The code LOOKS like it was written by someone who understood the problem. The structure is good. The naming is conventional. The patterns are familiar. Everything about it signals competence.
This is more convincing than obviously bad code. Obviously bad code gets caught. Code that looks good gets waved through — by reviewers, by CI pipelines, by the developer's own judgment. The danger isn't code that fails visibly. It's code that fails invisibly.
Why it's wrong
AI-generated code is optimized for plausibility, not correctness. The model produces output that matches patterns from its training data — patterns of code that LOOKED correct in the millions of repositories it learned from. The output inherits the surface appearance of correctness without inheriting the underlying reasoning that made the original code correct.
Three specific failure modes:
Failure mode 1: Correct for the common case, wrong for the edge case
The AI handles the happy path flawlessly.
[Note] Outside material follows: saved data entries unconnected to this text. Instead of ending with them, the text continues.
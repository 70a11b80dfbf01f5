package correlations

import (
	"math"
	"testing"
)

// The viscosity families' With forms at the published coefficients are the published
// correlations, and every declared coefficient enters the equation: a 1 % change of it moves
// the result for at least one oil. Identity checks, no outside values; the published values
// themselves are checked in viscosity_test.go (Beggs (1987), Petroleum Engineering Handbook,
// ch. 22).
func TestViscosityCoefficientForms(t *testing.T) {
	oils := []Oil{
		{API: 22, Temperature: 137},
		{API: 35, Temperature: 200},
		{API: 45, Temperature: 260},
	}
	for _, f := range DeadViscosityFamilies() {
		if f.Coefficients == nil || f.ViscosityWith == nil {
			t.Errorf("dead-oil %s declares no coefficients", f.ID)
			continue
		}
		checkDeclaration(t, "dead-oil "+f.ID, f.Coefficients)
		pub := Published(f.Coefficients)
		moved := make([]bool, len(pub))
		for _, o := range oils {
			a, err1 := f.Viscosity(o)
			b, err2 := f.ViscosityWith(o, pub)
			if err1 != nil || err2 != nil || a != b {
				t.Errorf("dead-oil %s at %+v: %g (%v), With %g (%v)", f.ID, o, a, err1, b, err2)
			}
			for j := range pub {
				c := append([]float64(nil), pub...)
				c[j] *= 1.01
				if v, err := f.ViscosityWith(o, c); err == nil && math.Abs(v/a-1) > 1e-6 {
					moved[j] = true
				}
			}
		}
		for j, m := range moved {
			if !m {
				t.Errorf("dead-oil %s: coefficient %s changes nothing", f.ID, f.Coefficients[j].ID)
			}
		}
	}
	for _, f := range SatViscosityFamilies() {
		if f.Coefficients == nil || f.ViscosityWith == nil {
			t.Errorf("live-oil %s declares no coefficients", f.ID)
			continue
		}
		checkDeclaration(t, "live-oil "+f.ID, f.Coefficients)
		pub := Published(f.Coefficients)
		moved := make([]bool, len(pub))
		for _, o := range oils {
			for _, rs := range []float64{90, 500, 1200} {
				for _, mud := range []float64{0.8, 3, 17.44} {
					a, err1 := f.Viscosity(mud, rs, o)
					b, err2 := f.ViscosityWith(mud, rs, o, pub)
					if err1 != nil || err2 != nil || a != b {
						t.Errorf("live-oil %s μod %g Rs %g: %g (%v), With %g (%v)", f.ID, mud, rs, a, err1, b, err2)
					}
					for j := range pub {
						c := append([]float64(nil), pub...)
						c[j] *= 1.01
						if v, err := f.ViscosityWith(mud, rs, o, c); err == nil && math.Abs(v/a-1) > 1e-6 {
							moved[j] = true
						}
					}
				}
			}
		}
		for j, m := range moved {
			if !m {
				t.Errorf("live-oil %s: coefficient %s changes nothing", f.ID, f.Coefficients[j].ID)
			}
		}
	}
	if _, err := BeggsRobinsonDeadViscosityWith(oils[0], []float64{1.163}); err == nil {
		t.Error("one coefficient for Beggs–Robinson μod: want an error")
	}
	if _, err := ChewConnallySatViscosityWith(3, 500, oils[0], nil); err == nil {
		t.Error("no coefficients for Chew–Connally: want an error")
	}
}

// checkDeclaration: unique ids, a role for each, published values finite and non-zero (the
// refit works on ratios to them).
func checkDeclaration(t *testing.T, name string, cs []Coefficient) {
	t.Helper()
	seen := map[string]bool{}
	for _, c := range cs {
		if c.ID == "" || c.Role == "" || seen[c.ID] || c.Value == 0 || math.IsNaN(c.Value) || math.IsInf(c.Value, 0) {
			t.Errorf("%s: bad declaration %+v", name, c)
		}
		seen[c.ID] = true
	}
}
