package correlations

import (
	"errors"
	"slices"
	"strings"
	"testing"
)

// allowedInputs are the Range input names and units that the rest of labmatch looks up.
var allowedInputs = map[string]string{
	"API": "°API", "gas gravity": "", "temperature": "°F", "Rs": "scf/STB", "p": "psia",
	"Tpr": "", "Ppr": "", "mu_dead": "cP",
}

func TestGasAndViscosityCatalog(t *testing.T) {
	// The ids of DESIGN.md §4, in order.
	want := map[Property][]string{
		PseudoCritical: {"sutton", "standing"},
		SourCorrection: {"wichert-aziz"},
		GasZ:           {"dak", "hall-yarborough"},
		GasViscosity:   {"lee-gonzalez-eakin"},
		DeadViscosity:  {"beal", "beggs-robinson", "glaso", "egbogah-ng", "kartoatmodjo-schmidt", "petrosky-farshad"},
		SatViscosity:   {"chew-connally", "beggs-robinson", "kartoatmodjo-schmidt", "petrosky-farshad"},
		UnderViscosity: {"vasquez-beggs", "beal", "kartoatmodjo-schmidt", "petrosky-farshad"},
	}
	for p, ids := range want {
		if got := IDs(p); !slices.Equal(got, ids) {
			t.Errorf("IDs(%s) = %v, want %v", p, got, ids)
		}
		for _, id := range ids {
			e, err := Lookup(p, id)
			if err != nil {
				t.Fatal(err)
			}
			if e.Authors == "" || e.Year < 1940 || e.Reference == "" || len(e.Ranges) == 0 || e.Convention == "" {
				t.Errorf("%s/%s: incomplete entry %+v", p, id, e)
			}
			if !strings.Contains(e.Reference, "19") {
				t.Errorf("%s/%s: reference without a year: %q", p, id, e.Reference)
			}
			for _, r := range e.Ranges {
				unit, ok := allowedInputs[r.Input]
				if !ok || unit != r.Unit || !(r.Min < r.Max) {
					t.Errorf("%s/%s: bad range %+v", p, id, r)
				}
			}
		}
	}
	// Family slices match the catalog ids.
	famIDs := func(n int, id func(int) string) []string {
		var s []string
		for i := 0; i < n; i++ {
			s = append(s, id(i))
		}
		return s
	}
	pc, zs := PseudoCriticalFamilies(), ZFamilies()
	d, s, u := DeadViscosityFamilies(), SatViscosityFamilies(), UnderViscosityFamilies()
	for p, got := range map[Property][]string{
		PseudoCritical: famIDs(len(pc), func(i int) string { return pc[i].ID }),
		GasZ:           famIDs(len(zs), func(i int) string { return zs[i].ID }),
		DeadViscosity:  famIDs(len(d), func(i int) string { return d[i].ID }),
		SatViscosity:   famIDs(len(s), func(i int) string { return s[i].ID }),
		UnderViscosity: famIDs(len(u), func(i int) string { return u[i].ID }),
	} {
		if !slices.Equal(got, want[p]) {
			t.Errorf("%s families %v, want %v", p, got, want[p])
		}
	}
	if _, err := DeadViscosityByID("nope"); !errors.Is(err, ErrUnknownID) {
		t.Errorf("unknown id: %v", err)
	}
}

func TestCatalogCheckMessage(t *testing.T) {
	e, err := Lookup(DeadViscosity, "glaso")
	if err != nil {
		t.Fatal(err)
	}
	msgs := e.Check(map[string]float64{"API": 62, "temperature": 150})
	if len(msgs) != 1 || !strings.HasSuffix(msgs[0], "range of Glasø's data") || !strings.HasPrefix(msgs[0], "API 62 is above") {
		t.Errorf("Check = %q", msgs)
	}
	e, _ = Lookup(GasZ, "dak")
	if msgs := e.Check(map[string]float64{"Tpr": 0.9, "Ppr": 5}); len(msgs) != 1 || !strings.Contains(msgs[0], "Dranchuk and Abou-Kassem's data") {
		t.Errorf("Check = %q", msgs)
	}
}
It handles the most common error cases. It misses the edge case that matters — the one that constitutes your security boundary, your financial calculation precision, or your data integrity guarantee.
// AI-generated: looks correct
func calculateInterest(principal float64, rate float64, days int) float64 {
return principal * rate * float64(days) / 365.0
}
Compiles. Passes the test for a standard 30-day period. Reads well. But: leap years? Negative principal? Rate above 1.0? Days exceeding the term? Overflow on large principals? Each edge case is a potential financial error that won't surface in normal testing.
The AI didn't think about these cases. It pattern-matched a common interest calculation. The developer who would have WRITTEN this function would have encountered the edge cases during development — struggling with the leap year question, asking about negative values, checking the spec. Correctness comes from that struggle. The AI skipped it.
Failure mode 2: Locally correct, globally wrong
Each function is correct in isolation. The composition is wrong. Function A correctly parses input. Function B correctly transforms data. Function C correctly writes output. But A's output format doesn't match B's expected input. Or B's transformation assumes an ordering that A doesn't guarantee. Or C writes to a resource that A already locked.
This is the composition problem from Fallacy #1 — but at the code level, not the system level. AI generates each piece by pattern-matching against similar pieces in training data. The pieces look correct individually. Nobody checks whether they compose correctly, because each piece passed its own review.
Failure mode 3: Semantically different from what was intended
The code does something. It does it correctly. It's not what you wanted.
You asked for a function that validates user input. The AI generates a function that checks string length and character types. You meant a function that checks the input against the business rules for your specific domain — valid account numbers, permitted transaction types, jurisdictional constraints. The AI generated a PLAUSIBLE interpretation of validates. Not YOUR interpretation.
The code compiles. The tests pass (because the tests also validate string length and characters). The review looks fine (the function does what it says). But the intended validation — the business rules was never implemented. The AI solved the how perfectly. It guessed the why. And without a specification that anchors the why, no amount of code review will catch the gap — because the code does something reasonable. It's just not the right something.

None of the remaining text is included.